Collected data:
def plan(res: Resolved) -> Plan:
    v = res.scenario.values
    grid, s, run, rec = v["grid"], v["source"], v["run"], v["record"]
    speed = float(s["speed"])
    pol = grid["polarization"]
    gam = 1.0 / math.sqrt(1 - speed * speed)
    from fdtd.space.grid import E_COMPONENTS, H_COMPONENTS
    from fdtd.scenario.quantities import ScenarioError

    allowed = E_COMPONENTS[pol] + H_COMPONENTS[pol]
    for key in ("snapshot_component", "line_component"):
        if rec.get(key) is not None and rec[key] not in allowed:
            raise ScenarioError(f"{res.scenario.where}: record.{key} = {rec[key]!r} is not a field of the "
                                f"{pol.upper()} grid: expected one of {', '.join(allowed)}")
    if s["kind"] == "dipole":
        omega0 = res.W(s["frequency"])
        Omega = omega0 / gam
        w_hi = Omega / max(1 - speed, 1e-3)
    else:
        omega0, Omega = None, 0.0
        w_hi = res.W(s["max_frequency"]) if s.get("max_frequency") else None
    _pl, _stack, surfaces, _bg = _placements(res)
    warn, notes = [], list(res.notes)
    if pol == "1d":
        _check_1d(res, notes)
    height = res.L(s["height"])
    if s.get("gap_fraction") is not None:
        g = v["geometry"]
        height = res.L(g["surface"]) + s["gap_fraction"] * res.L(g["gap"])
    # --- cell size
    media = [m for m in res.materials.values()]
    if grid.get("cell") is not None:
        cell = res.L(grid["cell"])
    else:
        n_max = 1.0
        if w_hi is not None:
            for m in media:
                w = np.linspace(0.05 * w_hi, w_hi, 200)
                n = np.abs(np.real(np.sqrt(np.asarray(m.permittivity(w), dtype=complex))))
                n_max = max(n_max, float(np.percentile(n, 90)))
            cell = 2 * math.pi / (w_hi * n_max) / grid["cells_per_wavelength"]
        else:
            cell = 0.05
        if surfaces:
            dmin = min(abs(height - y) for y in surfaces)
            if dmin > 0 and cell > dmin / 8:
                cell = dmin / 8
                notes.append("cell limited to 1/8 of the source's distance to the nearest surface")
    length = res.L(grid["length"])
    nx = max(int(round(length / cell)), 8)
    if run["kind"] == "comoving":
        if s["kind"] == "dipole":
            asked, cell_asked = length, length / nx
            length = light_line_safe_length(length, cell_asked, speed, Omega)
            nx = max(int(round(length / cell_asked)), 8)
            if abs(length - asked) > 1e-9 * asked:
                notes.append(f"cell length adjusted from {asked * res.ell:.4g} m to {length * res.ell:.4g} m "
                             "so that no harmonic sits on the vacuum light-line crossing of a Doppler line")
        cell = length / nx
    half_height = res.L(grid["height"]) if grid.get("height") is not None else \
        max(2.0 * max([abs(height)] + [abs(y) for y in surfaces]) + 1.0, 2.0)
    lam0 = 2 * math.pi / (omega0 if omega0 else (w_hi or 1.0))
    absorber = res.L(grid["absorber"]) if grid.get("absorber") is not None else max(lam0 / 4, 10 * cell)
    if pol == "1d":
        ny, half_height, absorber, height = 1, cell, 0.0, 0.0
    elif run["kind"] == "comoving":
        ny = 2 * int(round(half_height / cell)) + 2 * max(int(round(absorber / cell)), 10)
    else:
        ny = int(round(2 * half_height / cell)) + 2 * max(int(round(absorber / cell)), 10)
        nx = nx + 2 * max(int(round(absorber / cell)), 10)
    ramp = s["ramp_periods"] * 2 * math.pi / omega0 if omega0 else 0.0
    speed_ramp = res.T(s["speed_ramp"]) if s.get("speed_ramp") is not None else (2.0 * lam0 / (2 * math.pi)
                                                                                if s["kind"] == "charge" else 0.0)
    max_time = res.T(run["max_time"]) if run.get("max_time") is not None else \
        (ramp * gam + speed_ramp + 60 * (length / speed if speed > 0 else 1.0))
    flux = [res.L(_q(y, res)) for y in rec.get("flux_heights") or ()]
    moment = (s["moment"] / res.units.dipole_moment) if s.get("moment") is not None else 1.0
    charge = (s["charge"] / res.units.charge) if s.get("charge") is not None else 1.0
    order, scale = s["shape_order"], s["shape_scale"]
    reach = (0.5 * (order + 1) * scale + 1.5) * cell
    if pol != "1d" and abs(height) + reach > half_height:
        raise ScenarioError(
            f"{res.scenario.where}: source.height = {height * res.ell:.4g} m does not fit in the interior: "
            f"grid.height = {half_height * res.ell:.4g} m must exceed |height| plus the source's reach "
            f"({reach * res.ell:.4g} m with cell {cell * res.ell:.4g} m and shape {order}x{scale}); "
            "raise grid.height or refine grid.cell")
    p = Plan(kind=run["kind"], polarization=pol, cell=cell, length=length, half_height=half_height,
             absorber=absorber, nx=nx, ny=ny, courant=grid["courant"], speed=speed, height=height,
             x0=res.L(s["x0"]), source_kind=s["kind"], omega0=omega0, Omega=Omega, axis=s["axis"],
             moment=moment, charge=charge, ramp=ramp, speed_ramp=speed_ramp,
             shape=(s["shape_order"], s["shape_scale"]), transits=run["transits"],
             settle_tol=run["settle_tolerance"], max_time=max_time, open_time=res.T(run.get("time")),
             flux_heights=flux if pol != "1d" else [], snapshots=rec["snapshots"],
             snapshot_component=rec.get("snapshot_component") or ("Hz" if pol != "tm" else "Ez"),
             line_component=rec.get("line_component"), line_height=res.L(rec.get("line_height")),
             line_every=rec["line_every"], doppler=rec["doppler"], reference=rec["reference"],
             checkpoint_every=run["checkpoint_every"], threads=grid.get("threads"),
             passage_span=(res.L(rec["passage_start"]), res.L(rec["passage_stop"]))
             if rec.get("passage_start") is not None and rec.get("passage_stop") is not None else None,
             subsamples=grid["subsamples"], surfaces=surfaces, warnings=warn, notes=notes)
    _plan_warnings(p, res)
    return p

### The problem
Looking at the data above, show all lines where the word "record" occurs.

### Response to the task
    grid, s, run, rec = v["grid"], v["source"], v["run"], v["record"]
            raise ScenarioError(f"{res.scenario.where}: record.{key} = {rec[key]!r} is not a field of the "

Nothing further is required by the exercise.